Gözyaşımı tutamadığım yazı...



1995 yılında Mayıs ayının 10. gününü 11. güne bağlayan gece, Malatya'dan Mersin'e giderken Pazarcık'ta geçirdikleri trafik kazasında hayatını kaybetmişti ablam. Henüz 37 yaşındaydı. Eşi ve iki çocuğu da öte yolculuğunda kendisine yol arkadaşı olmuşlardı o gece. Aniden karşılarına çıkan ötelere davete icabet etmişlerdi ama geride bıraktıkları büyük bir şok içindeydi.

Ben o zaman İzmir'de yaşıyordum ve memlekete geldiğimde babamın yüz ifadesinde ablamın vefatıyla karşılaşmıştım. Daha önce hiç böylesine acı çeken bir insan yüzü görmediğimden midir, yoksa babamı böylesine canı acırken fark etmediğimden midir bilemiyorum, o yüz ifadesini hiçbir zaman unutmadım. Ölümle böyle bir yüz ifadesiyle yüzleşmek beni ablamı kaybetmek kadar yaralamıştı. Alnındaki boncuk boncuk terleri, derin bir acıya boğulmuş gözleri, ne yapacağını bilemediğinden titreyen elleri, çaresizliği aradan yirmi yıl geçmesine rağmen gözlerimin önünde öylece duruyor. Bir yürek acısının ne demek olduğu ve o acıdan yeryüzünün insana nasıl dar geldiği bundan daha iyi nasıl anlatılırdı.

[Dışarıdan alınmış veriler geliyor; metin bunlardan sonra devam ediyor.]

import { z } from "zod";
import { workspaceRoleSchema } from "./workspaces";

/** Longest key label we store; longer labels are refused, not truncated. */
export const apiKeyLabelMaxLength = 100;

/** Body of POST /api/workspaces/{slug}/api-keys and the create-key form. */
export const createApiKeyInput = z.object({
  label: z
    .string({ error: "Name the key." })
    .trim()
    .min(1, { error: "Name the key, e.g. the notebook or script that will use it." })
    .max(apiKeyLabelMaxLength, { error: `The name must be at most ${apiKeyLabelMaxLength} characters.` }),
  role: workspaceRoleSchema,
});
export type CreateApiKeyInput = z.infer<typeof createApiKeyInput>;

Bu, babamın ilk acısı değildi ama ben ilk defa bu kadar acıdığını görmüştüm. Hepimiz için çok kara bir gündü ama babam için daha bir karaydı. Ablam, babamın kız evladıydı. Küçücük bir çocukken bile dilinde hep babası vardı. Babamın ardına düşer, ondan hiç ayrılmak istemezdi. İşe giderken bile peşindeydi. Hatta babam bir gün Maraş'ın Pazarcık ilçesine gideceği zaman arkasından nasıl ağladığı, babamın da onu da götürmek zorunda kaldığı anlatılır dururdu. Kaderin cilvesi işte, aradan 30 yıl geçmiş, bu kez aynı Pazarcık'tan cenazesi gelmişti. Ablam evlendi, boylarınca çocukları oldu ama babasından elini hiç çekmemişti. O babasının kızıydı. Küçücük bir çocukken her gün babasının geleceği zamanı bekler, ilk o karşılardı.

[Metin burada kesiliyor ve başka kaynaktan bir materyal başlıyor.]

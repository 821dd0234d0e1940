import { z } from "zod";
import { workspaceRoles } from "@/lib/auth/roles";

/** Longest workspace name we store; longer names are refused, not truncated. */
export const workspaceNameMaxLength = 80;

export const workspaceNameSchema = z
  .string({ error: "Name is required." })
  .trim()
  .min(1, { error: "Name is required." })
  .max(workspaceNameMaxLength, { error: `Name must be at most ${workspaceNameMaxLength} characters.` });

export const workspaceSlugSchema = z
  .string({ error: "Workspace is required." })
  .regex(/^[a-z0-9](?:[a-z0-9-]{0,94}[a-z0-9])?$/, { error: "Not a workspace address." });

export const workspaceRoleSchema = z.enum(workspaceRoles, {
  error: `Role must be one of: ${workspaceRoles.join(", ")}.`,
});

const emailSchema = z
  .string({ error: "E-mail is required." })
  .trim()
  .toLowerCase()
  .pipe(z.email({ error: "Enter a valid e-mail address." }).max(254, { error: "E-mail is too long." }));

/** Body of POST /api/workspaces and the create form. */
export const createWorkspaceInput = z.object({ name: workspaceNameSchema });
export type CreateWorkspaceInput = z.infer<typeof createWorkspaceInput>;

/** Body of POST /api/workspaces/{slug}/invitations and the invite form. */
export const inviteMemberInput = z.object({ email: emailSchema, role: workspaceRoleSchema });
export type InviteMemberInput = z.infer<typeof inviteMemberInput>;

export const changeMemberRoleInput = z.object({
  memberId: z.string({ error: "Member is required." }).min(1, { error: "Member is required." }),
  role: workspaceRoleSchema,
});
export type ChangeMemberRoleInput = z.infer<typeof changeMemberRoleInput>;

export const removeMemberInput = z.object({
  memberId: z.string({ error: "Member is required." }).min(1, { error: "Member is required." }),
});
export type RemoveMemberInput = z.infer<typeof removeMemberInput>;

/** Withdrawing a pending invitation (owners; the members page and DELETE …/invitations/{id}). */
export const cancelInvitationInput = z.object({
  invitationId: z.string({ error: "Invitation is required." }).min(1, { error: "Invitation is required." }),
});
export type CancelInvitationInput = z.infer<typeof cancelInvitationInput>;

export const acceptInvitationInput = z.object({
  invitationId: z.string({ error: "Invitation is required." }).min(1, { error: "Invitation is required." }),
});
export type AcceptInvitationInput = z.infer<typeof acceptInvitationInput>;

Ablamın gidişi babam için öylesine bir travmaydı ki, neredeyse hayatla bütün bağlarını kopardı. İraden, taammüden bir koparmaydı bu. Fişi prizden çıkartır gibi kasten çekip çıkarttı ve kendini nefessiz kalmaya mahkum etti. Ağır astım hastası olmasına rağmen sigaraya başladı. Küçücük bir çocukken nasıl da nefessiz kaldığına defalarca şahitlik ettiğim, krizlerden çıkartmak için türlü çareler aradığım adam, şimdi sigaraya başlamıştı. Bir gün ona biraz da sitemle niye sigara içtiğini, içmemesi gerektiğini söylediğimde daha iyi bir önerim olup olmadığını sordu. Biliyordum ki bu acıyı dindirecek başka bir ilacın var mı demek istemişti.

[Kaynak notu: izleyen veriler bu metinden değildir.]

import { parentPort, workerData } from "node:worker_threads";
import { closeDatabase } from "@/db/client";
import { type HeldAttempt, beatHeldAttempts } from "@/db/queries/fit-attempts";
import { failureLog } from "./database-outage";

// The heartbeat thread (started by heartbeat.ts): stamps the held attempts every interval, on its own
// database connection. Messages: `{ held }` replaces the list, `{ stop: true }` ends the thread.

const { intervalMs, label } = workerData as { intervalMs: number; label: string };
const log = failureLog(`${label}: heartbeat`);
let held: HeldAttempt[] = [];
let beating = false;

async function beat(): Promise<void> {
  if (beating) return;
  beating = true;
  try {
    await beatHeldAttempts(held);
    log.succeeded();
  } catch (error) {
    log.failed(error);
  } finally {
    beating = false;
  }
}

const timer = setInterval(() => void beat(), intervalMs);

parentPort!.on("message", (message: { held?: HeldAttempt[]; stop?: boolean }) => {
  if (message.held) held = message.held;
  if (message.stop) {
    clearInterval(timer);
    parentPort!.close();
    void closeDatabase();
  }
});
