import type PgBoss from "pg-boss";
import { handBackRevision } from "@/db/queries/fit-attempts";
import { env } from "@/lib/env";
import { MAX_FIT_TIME_LIMIT_MS } from "@/lib/fit/bands";
import { revisionSnapshotSchema } from "@/lib/server/fits/snapshot";
import { fitMaxAttempts, fitQueue, sendFitJob } from "@/lib/server/queues";
import { notifyRevisionEnded } from "./notify";

/** The reason a revision ends `failed` when its last attempt ended without a result. */
export function abandonedReason(attempts: number): string {
  return `The fit did not finish: ${attempts} attempt${attempts === 1 ? "" : "s"} ended without a result (the worker running it stopped or met an error). Launch a new revision to try again.`;
}

/**
 * Hands a running revision back (db/queries/fit-attempts.ts `handBackRevision`): back to the queue with a
 * new job (the old one cancelled, both in the revision's transaction), or, after {@link fitMaxAttempts}
 * attempts or a cancel request, to its final state, telling the launcher when they asked for e-mail.
 * `guard`: `{ staleSeconds }` from the sweeper, `{ attempt }` from a worker giving back its own attempt.
 */
export async function handBack(
  boss: PgBoss,
  revisionId: string,
  guard: { staleSeconds: number } | { attempt: number },
  context: { label: string; appUrl: string },
): Promise<void> {
  const done = await handBackRevision({
    revisionId,
    guard,
    maxAttempts: fitMaxAttempts,
    failureReason: abandonedReason,
    resend: async ({ previousJobId, inputs }, queue) => {
      if (previousJobId) await boss.cancel(fitQueue.name, previousJobId, { db: queue });
      const timeLimitMs = revisionSnapshotSchema.safeParse(inputs).data?.options.timeLimitMs ?? MAX_FIT_TIME_LIMIT_MS;
      return sendFitJob(boss, { revisionId, timeLimitMs, marginSeconds: env.FIT_JOB_EXPIRY_MARGIN_SECONDS, db: queue });
    },
  });
  if (!done) return;
  const why = "attempt" in guard ? `attempt ${guard.attempt} gave up` : "its runner is gone (stale heartbeat)";
  console.log(`${context.label}: revision ${revisionId}: ${why}; ${done.outcome} after ${done.attempts} attempt${done.attempts === 1 ? "" : "s"}`);
  if (done.outcome === "failed") await notifyRevisionEnded(revisionId, context.appUrl, { status: "failed", reason: done.failureReason! });
}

Sigara ile başlayan süreçte babamın ciğerleri iyice perişan oldu. Onu İstanbul'a getirip Süreyya Paşa hastanesine yatırdık. Günlerce, haftalarca hastanede kaldı. Artık babamdan ümidi kesmiştik ki, bir gün hastaneye gittiğimizde babamın iyileştiğini, toparlandığını, hatta ayağa kalktığını görünce şoke olmuştuk. Meraklı gözlerle baktığımızda babam ‘Rüyamda ablanı gördüm' dedi. ‘Sırtıma bir ilaç sürdü, uzun uzun uğraştı. Sonra da baba kalk, bir şeyin kalmadı artık dedi. Sabah kalktım kendimi çok iyi hissediyorum.'

Ablam, öldükten sonra bile babasından elini çekmemişti. Başka bir dünyaya göçmüş olmasına rağmen babasının iyileşmesi için ona ilaç yapmış ve iyileşmesine sebep olmuştu. Bu ilaç aynı zamanda babamın hayatla kopardığı bağlarını bir müddet için de olsa yeniden kurdu. Babam o olaydan sonra beş yıl daha yaşadı. Ta ki bir sabah gelen telefon, onun kızına kavuştuğunu haber verene dek.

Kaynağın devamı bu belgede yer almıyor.